I've got to thank you guys for the giveaways. Even without them I try to log in at least once a day. I also post to any topic that I have some knowledge about and with something that IMO is pertinent. When I get enough posts in February I'll add my name to the list of qualifiers and hope for the best.


----------



## JQueen (Jan 11, 2012)

I didn't think it would be right to enter after I won the big one


----------



## Sonnie (Apr 11, 2006)

*Re: Exteris Audio Giveaway Qualification Thread*

Yeah... in your case you would not have qualified per our rules. We do try to limit the winner to only once every six months. 

*It is a general rule that any member winning a giveaway valued at more than $100 will not be eligible for another giveaway within six months of winning a previous giveaway.*


----------



## JQueen (Jan 11, 2012)

It's a good rule and we all Thank the Sponsors and HTS for all the fantastic giveaways offered here .. Congrats to the Winner


----------



## phillihp23 (Mar 14, 2012)

*Re: Exteris Audio Giveaway Qualification Thread*

It looks like i have a 1 in 10 chance....wooohoooo! :jiggy: Unfortunetly I have a 99% chance of furlough.


----------



## NBPk402 (Feb 21, 2012)

*Re: Exteris Audio Giveaway Qualification Thread*



phillihp23 said:


> It looks like i have a 1 in 10 chance....wooohoooo! :jiggy: Unfortunetly I have a 99% chance of furlough.


Don't feel bad... I've been out on leave without pay for 2 years (disability) and it is going to go for at least 2 more years.


----------



## BD55 (Oct 18, 2011)

*Re: Exteris Audio Giveaway Qualification Thread*



phillihp23 said:


> It looks like i have a 1 in 10 chance....wooohoooo! :jiggy: Unfortunetly I have a 99% chance of furlough.

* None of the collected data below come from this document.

// Survival and ageing. A survival may stand in a year several times, under names of its own.
import type { SurvivalSpec } from '../spec/schema/spec.ts';
import { checkClassKeys, ownRatesAnywhere, requireEveryClass, writtenRate, type RateSection } from './class-rates.ts';
import { oldestClasses, oldestLeave } from './classes.ts';
import { fail, type Context } from './context.ts';
import type { AgeingPhase, SurvivalPhase } from './model.ts';
import { buildTable } from './rates.ts';
import { resolveStages } from './stages.ts';

/** The phase `survival` of the language. */
export function resolveSurvival(context: Context): SurvivalPhase | null {
  const survival = context.spec.survival ?? (ownRatesAnywhere(context, 'survival') ? {} : undefined);
  if (survival === undefined) return missingRates(context, 'survival', '`survival: { CLASS: share, … }`');
  return survivalPhase(context, 'survival', {
    everywhere: survival,
    path: ['survival'],
    key: 'survival',
    what: 'survival',
    settings: new Set(),
  });
}

/** A survival under a name of its own. */
export function resolveNamedSurvival(context: Context, name: string, { survival }: SurvivalSpec): SurvivalPhase {
  const what = `survival in ${name}`;
  return survivalPhase(context, name, {
    everywhere: survival,
    path: [name, 'survival'],
    key: name,
    what,
    settings: new Set(),
  });
}

function survivalPhase(context: Context, name: string, section: RateSection): SurvivalPhase {
  checkClassKeys(context, section);
  requireEveryClass(context, section);
  const survival = buildTable(context, {
    size: context.classes.length,
    bounds: 'share',
    written: (patch, c) => writtenRate(context, section, [patch, c]),
  });
  return { kind: 'survival', name, survival };
}

export function resolveAgeing(context: Context): AgeingPhase | null {
  const { spec, classes, sexes } = context;
  const path = ['year', spec.year.indexOf('ageing')];
  if (spec.oldest === undefined) {
    fail(context, 'missing-oldest', path, {
      message: `It is not said whether \`${classes.at(-1)}\` stays in its class or leaves at ageing`,
      details: { expected: '`oldest: open-ended` (the oldest stay) or `oldest: terminal` (the oldest leave)' },
    });
    return null;
  }
  if (typeof spec.oldest === 'object' && sexes === null) {
    fail(context, 'sexes-shape', ['oldest'], {
      message: '`oldest` tells the sexes apart, but the classes do not',
      details: { expected: '`open-ended` or `terminal`, or classes for `females` and `males`' },
    });
  }
  const last = oldestClasses(context);
  const next = Int32Array.from(classes, (_, c) =>
    !last.includes(c) ? c + 1 : oldestLeave(context, c) === true ? -1 : c,
  );
  const stages = resolveStages(context, next);
  const advance = new Float64Array(classes.length).fill(1);
  for (const stage of stages) advance[stage.class] = 1 / stage.years;
  return { kind: 'ageing', name: 'ageing', advance, next, ...(stages.length === 0 ? {} : { stages }) };
}

/** Tells that a phase of the year has no rates. */
export function missingRates(context: Context, phase: string, expected: string): null {
  fail(context, 'missing-rates', ['year', context.spec.year.indexOf(phase)], {
    message: `The phase \`${phase}\` is in the year, but its rates are not given`,
    details: { expected },
  });
  return null;
}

I am sorry to hear that. I work with quite a few civilian folks in one of the armed branches who will have to do that one day a week for quite some time with an indefinite end date, and I feel for them. Definitely not a shining time for our country.


----------



## 8086 (Aug 4, 2009)

*Re: Exteris Audio Giveaway Qualification Thread*



BD55 said:


> I am sorry to hear that. I work with quite a few civilian folks in one of the armed branches who will have to do that one day a week for quite some time with an indefinite end date, and I feel for them. Definitely not a shining time for our country.


fftopic2:
We haven't seen economic times this dark since the 1930s.:spend:. The 70s look like a bad day at a casino compared to now, lost a little $$ but you recover. Anyhow, good luck to whom ever won. I sure hope you live near me as these speakers look great and probably sound much better. Please be kind and invite me over for a listen. :jiggy:


----------



## JQueen (Jan 11, 2012)

Congrats JBrax enjoy man


----------



## NBPk402 (Feb 21, 2012)

*Re: Exteris Audio Giveaway Qualification Thread*

Congratulations JBrax!!


----------



## JBrax (Oct 13, 2011)

Wow! I didn't receive my newsletter yet? Thank you HTS and Exteris for another great giveaway. I won I won! Woo Hoo!


----------



## ALMFamily (Oct 19, 2011)

*Re: Exteris Audio Giveaway Qualification Thread*

Congrats Jeff - road trip to KC!!


----------



## JBrax (Oct 13, 2011)

Thanks everyone. We have an open door policy and a freezer full of meat so c'mon. In class all day today so I'll have to somehow re-focus. Super excited!


----------



## Dale Rasco (Apr 11, 2009)

*Re: Exteris Audio Giveaway Qualification Thread*

Congratulation Jeff! You'll love them!


----------



## asere (Dec 7, 2011)

Congratulations! Enjoy !!!!


----------



## Tonto (Jun 30, 2007)

*Re: Exteris Audio Giveaway Qualification Thread*

Congrads JBrax, hope you enjoy the new toy's, let us know how they sound !!!


----------



## mcascio (Dec 5, 2010)

*Re: Exteris Audio Giveaway Qualification Thread*

Congrats and enjoy JBrax!


----------



## JBrax (Oct 13, 2011)

Dale Rasco said:


> Congratulation Jeff! You'll love them!


Thanks Dale. Really looking forward to summer cookouts around the grill and fire pit.


----------



## JBrax (Oct 13, 2011)

Tonto said:


> Congrads JBrax, hope you enjoy the new toy's, let us know how they sound !!!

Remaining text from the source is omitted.